Most Marketers Still Struggle With Basic Email Personalization
When it comes to email marketing, personalization has always been a top priority for brands. After all, our inboxes are consistently flooded with offers, most of which have nothing to do with our previous purchases or shopping interests. As a result, the data proves that, when we see an email offer that's personalized to our specific interests, we're more inclined to open it than a random, generic one.
Unfortunately, only 27 percent of marketers can execute basic personalization tactics such as including a subscriber's name or birthday in an email. Plus, only 26 percent of marketers can personalize based on additional data beyond name and email (such as browsing history), according to a Yes Lifecycle Marketing survey of 300 marketers.
Anyone who has ever used an email marketing or marketing automation platform knows that personalizing messages based off of a customer's name or birthday is one of the easier ways to provide relevance to an offer. So why are almost three-quarters of these survey respondents having an issue executing on these basic forms of personalization? Forty-four percent of them said they need technology innovations while 37 percent said they need better analytics services to make these personalization initiatives happen.
"It doesn't boil down to a single issue," said Ivy Shtereva, Director of Marketing and Marketing Operations at Yes Lifecycle Marketing. "Sometimes there's too little data or too much data. With so many marketers collecting so much data, they don't know which portions to use to personalize. Some don't collect enough."

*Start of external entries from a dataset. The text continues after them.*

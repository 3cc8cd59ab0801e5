/** Ambient pressure by basin, hPa: common practice of the agencies, from memory. */
const BY_BASIN: Readonly<Record<string, number>> = {
  NA: 1013,
  AL: 1013,
  EP: 1011,
  CP: 1011,
  WP: 1010,
  NI: 1008,
  IO: 1008,
  SI: 1010,
  SP: 1008,
  SH: 1009,
  SA: 1012,
  LS: 1012,
};

/**
 * Ambient pressure, Pa: the outermost closed isobar + 2 hPa where given [CourtneyKnaff2009], else the basin's usual value,
 * else by place: 1013 hPa in the north Atlantic's longitudes, 1010 hPa elsewhere.
 */
export function ambientPressurePa(
  fix: { outerIsobarPa: number | null; latDeg: number; lonDeg: number },
  basin: string | null,
): { valuePa: number; by: string } {
  if (fix.outerIsobarPa !== null) return { valuePa: fix.outerIsobarPa + 200, by: 'outermost closed isobar + 2 hPa' };
  const known = basin === null ? undefined : BY_BASIN[basin.toUpperCase()];
  if (known !== undefined) return { valuePa: known * 100, by: `basin ${basin}, common practice` };
  const atlantic = fix.latDeg > 0 && fix.lonDeg > -100 && fix.lonDeg < 20;
  return { valuePa: atlantic ? 101_300 : 101_000, by: 'place, common practice' };
}
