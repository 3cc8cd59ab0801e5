import { chavasKnaff2022 } from './chavas-knaff2022.js';
import { knaff2015 } from './knaff2015.js';
import type { RadiusRelation } from './radius-of-max-wind.js';
import { radius2016 } from './radius2016.js';
import { vickery2000, vickeryWadhera2008, vickeryWadheraGulf2008 } from './vickery-wadhera2008.js';
import { willoughby2006, willoughbyRahn2004 } from './willoughby2006.js';

/** Every relation for the radius of maximum wind that a recipe may name. */
export const RADIUS_RELATIONS: readonly RadiusRelation[] = [
  radius2016,
  willoughby2006,
  willoughbyRahn2004,
  vickery2000,
  vickeryWadhera2008,
  vickeryWadheraGulf2008,
  knaff2015,
  chavasKnaff2022,
];
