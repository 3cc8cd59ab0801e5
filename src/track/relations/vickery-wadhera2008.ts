import type { RadiusRelation } from './radius-of-max-wind.js';

/** ln R (km) = 3.015 − 6.291·10⁻⁵ Δp² + 0.0337 |φ|, Δp in hPa; σ of ln R 0.448 to 0.186   [VickeryWadhera2008, from memory]. */
export function vickeryWadheraRadiusM(pressureDeficitPa: number, latDeg: number): number {
  return 1000 * Math.exp(3.015 - 6.291e-5 * (pressureDeficitPa / 100) ** 2 + 0.0337 * Math.abs(latDeg));
}

/** The same for storms of the Gulf of Mexico: ln R (km) = 3.859 − 7.700·10⁻⁵ Δp²   [VickeryWadhera2008, from memory]. */
export function vickeryWadheraGulfRadiusM(pressureDeficitPa: number): number {
  return 1000 * Math.exp(3.859 - 7.7e-5 * (pressureDeficitPa / 100) ** 2);
}

/** ln R (km) = 2.636 − 5.086·10⁻⁵ Δp² + 0.0394899 |φ|, Δp in hPa   [VickeryEtAl2000, from memory]. */
export function vickeryRadiusM(pressureDeficitPa: number, latDeg: number): number {
  return 1000 * Math.exp(2.636 - 5.086e-5 * (pressureDeficitPa / 100) ** 2 + 0.0394899 * Math.abs(latDeg));
}

export const vickeryWadhera2008: RadiusRelation = {
  id: 'vickery-wadhera-2008',
  title: 'Vickery & Wadhera 2008, all hurricanes: deficit and latitude',
  source: 'VickeryWadhera2008',
  radiusM: ({ pressureDeficitPa, latDeg }) => vickeryWadheraRadiusM(pressureDeficitPa, latDeg),
};

export const vickeryWadheraGulf2008: RadiusRelation = {
  id: 'vickery-wadhera-2008-gulf',
  title: 'Vickery & Wadhera 2008, Gulf of Mexico: deficit alone',
  source: 'VickeryWadhera2008',
  radiusM: ({ pressureDeficitPa }) => vickeryWadheraGulfRadiusM(pressureDeficitPa),
};

export const vickery2000: RadiusRelation = {
  id: 'vickery-2000',
  title: 'Vickery et al. 2000: deficit and latitude',
  source: 'VickeryEtAl2000',
  radiusM: ({ pressureDeficitPa, latDeg }) => vickeryRadiusM(pressureDeficitPa, latDeg),
};
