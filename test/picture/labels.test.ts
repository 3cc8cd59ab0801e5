import fc from 'fast-check';
import { describe, expect, it } from 'vitest';
import { boxesMeet, lineMeetsBox, placeLabels } from '../../src/picture/labels.js';
import { cutText, textWidth, wrapText } from '../../src/picture/text.js';

const FRAME = { x: 0, y: 0, width: 600, height: 400 };

describe('labels', () => {
  it('never meet each other or leave the frame, and are the same each time', () => {
    const wish = fc.record({
      point: fc.tuple(fc.double({ min: 0, max: 600, noNaN: true }), fc.double({ min: 0, max: 400, noNaN: true })),
      width: fc.integer({ min: 10, max: 160 }),
      height: fc.integer({ min: 10, max: 40 }),
      gap: fc.integer({ min: 1, max: 16 }),
      needed: fc.boolean(),
    });
    fc.assert(
      fc.property(fc.array(wish, { maxLength: 25 }), (wishes) => {
        const around = {
          frame: FRAME,
          taken: [{ x: 500, y: 340, width: 100, height: 60 }],
          lines: [wishes.map((one) => one.point)],
        };
        const places = placeLabels(wishes, around);
        const boxes = [...around.taken, ...places.filter((box) => box !== null)];
        boxes.forEach((box, i) => {
          expect(box.x >= 0 && box.y >= 0 && box.x + box.width <= 600 && box.y + box.height <= 400).toBe(true);
          for (const other of boxes.slice(i + 1)) expect(boxesMeet(box, other)).toBe(false);
        });
        expect(placeLabels(wishes, around)).toEqual(places);
      }),
      { numRuns: 150 },
    );
  });

  it('keep off lines where they can', () => {
    const line = [
      [0, 200],
      [600, 200],
    ] as const;
    const [place] = placeLabels([{ point: [300, 200], width: 60, height: 20, gap: 8 }], {
      frame: FRAME,
      taken: [],
      lines: [line],
    });
    expect(place).not.toBeNull();
    expect(lineMeetsBox(line[0], line[1], place!)).toBe(false);
  });

  // identity: a line through the middle meets the box, one beside it does not
  it('know lines from boxes', () => {
    const box = { x: 10, y: 10, width: 10, height: 10 };
    expect(lineMeetsBox([0, 15], [40, 15], box)).toBe(true);
    expect(lineMeetsBox([0, 25], [40, 25], box)).toBe(false);
    expect(lineMeetsBox([0, 0], [9, 9], box)).toBe(false);
    expect(lineMeetsBox([12, 12], [13, 13], box)).toBe(true);
  });
});

describe('text', () => {
  it('is broken into lines that fit, with no word lost', () => {
    const words = 'one storm with a long name and then some more words of it';
    const lines = wrapText(words, { size: 14, width: 120 });
    for (const line of lines) expect(textWidth(line, { size: 14 })).toBeLessThanOrEqual(120);
    expect(lines.join(' ')).toBe(words);
  });

  it('is cut with an ellipsis', () => {
    const cut = cutText('Supercalifragilistic', { size: 14, width: 60 });
    expect(cut.endsWith('…')).toBe(true);
    expect(textWidth(cut, { size: 14 })).toBeLessThanOrEqual(60);
  });
});
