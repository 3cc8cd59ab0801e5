import type { RadiusRelation } from './radius-of-max-wind.js';

/** R = 46.4 exp(−0.0155 V + 0.0169 |φ|) km, V the flight-level maximum in m/s   [Willoughby2006, eq. 7a, from memory]. */
export function willoughbyRadiusM(flightLevelWindMps: number, latDeg: number): number {
  return 46_400 * Math.exp(-0.0155 * flightLevelWindMps + 0.0169 * Math.abs(latDeg));
}

/** R = 51.6 exp(−0.0223 V + 0.0281 |φ|) km, V the flight-level maximum in m/s   [WilloughbyRahn2004, from memory]. */
export function willoughbyRahnRadiusM(flightLevelWindMps: number, latDeg: number): number {
  return 51_600 * Math.exp(-0.0223 * flightLevelWindMps + 0.0281 * Math.abs(latDeg));
}

/** The flight-level wind is taken as the 10-m wind over the recipe's reduction. */
export const willoughby2006: RadiusRelation = {
  id: 'willoughby-2006',
  title: 'Willoughby, Darling & Rahn 2006: wind and latitude',
  source: 'Willoughby2006',
  radiusM: ({ maxWindMps, surfaceFactor, latDeg }) => willoughbyRadiusM(maxWindMps / surfaceFactor, latDeg),
};

export const willoughbyRahn2004: RadiusRelation = {
  id: 'willoughby-rahn-2004',
  title: 'Willoughby & Rahn 2004: wind and latitude',
  source: 'WilloughbyRahn2004',
  radiusM: ({ maxWindMps, surfaceFactor, latDeg }) => willoughbyRahnRadiusM(maxWindMps / surfaceFactor, latDeg),
};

One of the biggest issues marketers have, according to Shtereva, is that many single, multi-use marketing platforms can't collect and execute off of the data provided by customers. "A lot of the technology out there is add-on technology; a single platform can't do it all," she said. "A lot of technology vendors are starting to get there and, hopefully, the need for multiple partners to do this will go away."
Because of this, marketers have had to do things such as pull data from customer relationship management (CRM) and e-commerce systems into marketing software to execute on personalization campaigns. For example, think of how often you receive post-purchase "Thank You" emails or emails that provide follow-up offers.
"An anniversary campaign is the easiest campaign to activate," said Shtereva. "Every single vendor knows the date a person [joins the list]. Every e-commerce platform knows the year of a [customer's] first purchase. It's the lowest-hanging fruit."
Despite this most basic functionality, 17 percent of survey respondents said they either haven't started or lack the right tools to collect, analyze, and derive insights from their data, according to the report.
Email Is Alive and Well
Personalized or generic, email remains the top channel for marketers. Nearly nine in 10 (89 percent) of marketing professionals surveyed list using email as one of their top three priorities for 2018, and 45 percent said it was their number-one priority, the most of any channel.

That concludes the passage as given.